***** Data shown

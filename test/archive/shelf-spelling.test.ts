import { expect, it } from 'vitest';
import { readArchive } from '../../src/archive/read-archive.ts';
import { filesOf } from '../support/builders.ts';

const FIRINGS = 'firing,set_cone\nL1,6\n';
const tiles = (shelf: string) =>
  `tile,firing,shelf,surface,SiO2,Al2O3,CaO\nT1,L1,${shelf},gloss,3,0.4,1\n`;

it('a tile on shelf "Top" has the heat of the witness cone that was written for "top"', () => {
  const files = { 'firings.csv': FIRINGS, 'witness.csv': 'firing,shelf,cone\nL1,top,7\n' };
  const { archive, faults } = readArchive(filesOf({ ...files, 'tiles.csv': tiles('Top') }));
  expect(faults).toEqual([]);
  expect(archive.tiles[0].heat).toEqual({ cone: '7', coneIndex: 7, source: 'witness cone' });
  expect(archive.tiles[0].shelf).toBe('Top');
});

it('one shelf written "top" and "Top" in witness.csv is the same shelf twice: a fault', () => {
  const witness = 'firing,shelf,cone\nL1,top,7\nL1,Top,6\n';
  const files = { 'firings.csv': FIRINGS, 'witness.csv': witness, 'tiles.csv': tiles('middle') };
  expect(readArchive(filesOf(files)).faults[0].message).toContain('expected each shelf once');
});
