import { describe, expect, it } from 'vitest';
import { readPoints } from '../../src/archive/read-points.ts';
import { ArchiveError } from '../../src/errors.ts';
import { bytesOf } from '../support/builders.ts';

const read = (text: string) => readPoints('p.csv', bytesOf(text));

describe('readPoints', () => {
  it('brings points to unity, in the order of the file', () => {
    expect(read('point;CaO;SiO2;Al2O3;ours\nP1;2;7;0,8;x\n\nP0;1;3;0;\n').points).toEqual([
      { point: 'P1', unity: { SiO2: 3.5, Al2O3: 0.4, CaO: 1 } },
      { point: 'P0', unity: { SiO2: 3, CaO: 1 } },
    ]);
  });

  it('notes once what it did not use, what it read as another and what is not there', () => {
    const csv = 'point,SIO2,Al2O3,B2O3,Na2O,CaO,Lead,colour\nA,3,0.4,0,0.2,0.8,1,red\n';
    expect(read(csv).notes).toEqual([
      'p.csv: heading "SIO2" read as SiO2',
      'p.csv: columns "Lead" and "colour" not known, not used',
    ]);
    expect(read('point,SiO2,Al2O3,CaO\nA,3,0.4,1\nB,3,0.4,1\n').notes).toEqual([
      'p.csv: no B2O3 column, no K2O or Na2O column: read as 0 for all 2 points',
    ]);
    expect(read('sep=;\npoint;SiO2;Al2O3;B2O3;K2O;CaO\nA;3;0.4;0;0.1;1\n').notes).toEqual([
      'p.csv: separated by semicolons, as its first line says, decimal point',
    ]);
  });

  it('notes weights given for moles, and what is no glaze', () => {
    const head = 'point,SiO2,Al2O3,B2O3,K2O,CaO\n';
    expect(read(`${head}A,66,14,0,7,13\n`).notes.join()).toMatch(
      /^p\.csv: oxides sum to about 100, .*"A" is read as moles: SiO2 3\.30.*would be SiO2 3\.59/,
    );
    expect(read(`${head}A,340,0.4,0,0.3,0.7\n`).notes.join()).toContain('"A" (SiO2 340)');
  });

  it('lists every fault', () => {
    const csv =
      'point,SiO2,Al2O3,B2O3,CaO\nA,3,0.4,0.1,1\nA,3,0.4,0,1\n,3,0.4,0,1\n' +
      'B,,0.4,0,1\nC,3,0.4,,1\nD,3,0.4,0,\nE,x,0.4,0,1\nF,3,0.4,0,1,5\nG,30000,0.4,0,1\n';
    expect(() => read(csv)).toThrow(
      [
        '9 faults in the input',
        '  p.csv:2 point: expected each point once, got "A" in line 3 as well',
        '  p.csv:3 point: expected each point once, got "A" in line 2 as well',
        '  p.csv:4 point: expected a name for the point, got a blank cell',
        '  p.csv:5 SiO2: expected moles of SiO2, got a blank cell',
        '  p.csv:6 B2O3: expected moles of B2O3, 0 if there is none, got a blank cell',
        '  p.csv:7: expected a flux, found none (oxides given: SiO2, Al2O3)',
        '  p.csv:8 SiO2: expected moles of SiO2: a number, got "x"',
        '  p.csv:9 column 6: expected a heading above this cell, got "5"',
        '  p.csv:10 SiO2: expected at most 1000 per mole of flux, found 3.00e+4',
      ].join('\n'),
    );
  });

  it.each([
    ['', 'p.csv: expected a line of headings, got an empty file'],
    ['point,SiO2,Al2O3,CaO\n', 'p.csv: expected a point, got none'],
    ['SiO2,Al2O3,CaO\n3,0.4,1\n', 'p.csv:1 point: expected this column, found none'],
    ['point,Al2O3,CaO\nA,1,1\n', 'p.csv:1 SiO2: expected this column beside the other oxides'],
    [
      'pont,SiO2,Al2O3\n',
      'p.csv:1 pont: expected a known column, got "pont"; nearest known: point',
    ],
  ])('%j', (text, message) => {
    expect(() => read(text)).toThrow(ArchiveError);
    expect(() => read(text)).toThrow(message);
  });
});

**********

• [The task] Once you have read the records above, output each of them verbatim.

• [Reply to the exercise]
filename test/archive/shelf-spelling.test.ts
import { expect, it } from 'vitest';
import { readArchive } from '../../src/archive/read-archive.ts';
import { filesOf } from '../support/builders.ts';

const FIRINGS = 'firing,set_cone\nL1,6\n';
const tiles = (shelf: string) =>
  `tile,firing,shelf,surface,SiO2,Al2O3,CaO\nT1,L1,${shelf},gloss,3,0.4,1\n`;

it('a tile on shelf "Top" has the heat of the witness cone that was written for "top"', () => {
  const files = { 'firings.csv': FIRINGS, 'witness.csv': 'firing,shelf,cone\nL1,top,7\n' };
  const { archive, faults } = readArchive(filesOf({ ...files, 'tiles.csv': tiles('Top') }));
  expect(faults).toEqual([]);
  expect(archive.tiles[0].heat).toEqual({ cone: '7', coneIndex: 7, source: 'witness cone' });
  expect(archive.tiles[0].shelf).toBe('Top');
});

it('one shelf written "top" and "Top" in witness.csv is the same shelf twice: a fault', () => {
  const witness = 'firing,shelf,cone\nL1,top,7\nL1,Top,6\n';
  const files = { 'firings.csv': FIRINGS, 'witness.csv': witness, 'tiles.csv': tiles('middle') };
  expect(readArchive(filesOf(files)).faults[0].message).toContain('expected each shelf once');
});
import { describe, expect, it } from 'vitest';
import { readPoints } from '../../src/archive/read-points.ts';
import { ArchiveError } from '../../src/errors.ts';
import { bytesOf } from '../support/builders.ts';

const read = (text: string) => readPoints('p.csv', bytesOf(text));

describe('readPoints', () => {
  it('brings points to unity, in the order of the file', () => {
    expect(read('point;CaO;SiO2;Al2O3;ours\nP1;2;7;0,8;x\n\nP0;1;3;0;\n').points).toEqual([
      { point: 'P1', unity: { SiO2: 3.5, Al2O3: 0.4, CaO: 1 } },
      { point: 'P0', unity: { SiO2: 3, CaO: 1 } },
    ]);
  });

  it('notes once what it did not use, what it read as another and what is not there', () => {
    const csv = 'point,SIO2,Al2O3,B2O3,Na2O,CaO,Lead,colour\nA,3,0.4,0,0.2,0.8,1,red\n';
    expect(read(csv).notes).toEqual([
      'p.csv: heading "SIO2" read as SiO2',
      'p.csv: columns "Lead" and "colour" not known, not used',
    ]);
    expect(read('point,SiO2,Al2O3,CaO\nA,3,0.4,1\nB,3,0.4,1\n').notes).toEqual([
      'p.csv: no B2O3 column, no K2O or Na2O column: read as 0 for all 2 points',
    ]);
    expect(read('sep=;\npoint;SiO2;Al2O3;B2O3;K2O;CaO\nA;3;0.4;0;0.1;1\n').notes).toEqual([
      'p.csv: separated by semicolons, as its first line says, decimal point',
    ]);
  });

  it('notes weights given for moles, and what is no glaze', () => {
    const head = 'point,SiO2,Al2O3,B2O3,K2O,CaO\n';
    expect(read(`${head}A,66,14,0,7,13\n`).notes.join()).toMatch(
      /^p\.csv: oxides sum to about 100, .*"A" is read as moles: SiO2 3\.30.*would be SiO2 3\.59/,
    );
    expect(read(`${head}A,340,0.4,0,0.3,0.7\n`).notes.join()).toContain('"A" (SiO2 340)');
  });

  it('lists every fault', () => {
    const csv =
      'point,SiO2,Al2O3,B2O3,CaO\nA,3,0.4,0.1,1\nA,3,0.4,0,1\n,3,0.4,0,1\n' +
      'B,,0.4,0,1\nC,3,0.4,,1\nD,3,0.4,0,\nE,x,0.4,0,1\nF,3,0.4,0,1,5\nG,30000,0.4,0,1\n';
    expect(() => read(csv)).toThrow(
      [
        '9 faults in the input',
        '  p.csv:2 point: expected each point once, got "A" in line 3 as well',
        '  p.csv:3 point: expected each point once, got "A" in line 2 as well',
        '  p.csv:4 point: expected a name for the point, got a blank cell',
        '  p.csv:5 SiO2: expected moles of SiO2, got a blank cell',
        '  p.csv:6 B2O3: expected moles of B2O3, 0 if there is none, got a blank cell',
        '  p.csv:7: expected a flux, found none (oxides given: SiO2, Al2O3)',
        '  p.csv:8 SiO2: expected moles of SiO2: a number, got "x"',
        '  p.csv:9 column 6: expected a heading above this cell, got "5"',
        '  p.csv:10 SiO2: expected at most 1000 per mole of flux, found 3.00e+4',
      ].join('\n'),
    );
  });

  it.each([
    ['', 'p.csv: expected a line of headings, got an empty file'],
    ['point,SiO2,Al2O3,CaO\n', 'p.csv: expected a point, got none'],
    ['SiO2,Al2O3,CaO\n3,0.4,1\n', 'p.csv:1 point: expected this column, found none'],
    ['point,Al2O3,CaO\nA,1,1\n', 'p.csv:1 SiO2: expected this column beside the other oxides'],
    [
      'pont,SiO2,Al2O3\n',
      'p.csv:1 pont: expected a known column, got "pont"; nearest known: point',
    ],
  ])('%j', (text, message) => {
    expect(() => read(text)).toThrow(ArchiveError);
    expect(() => read(text)).toThrow(message);
  });
});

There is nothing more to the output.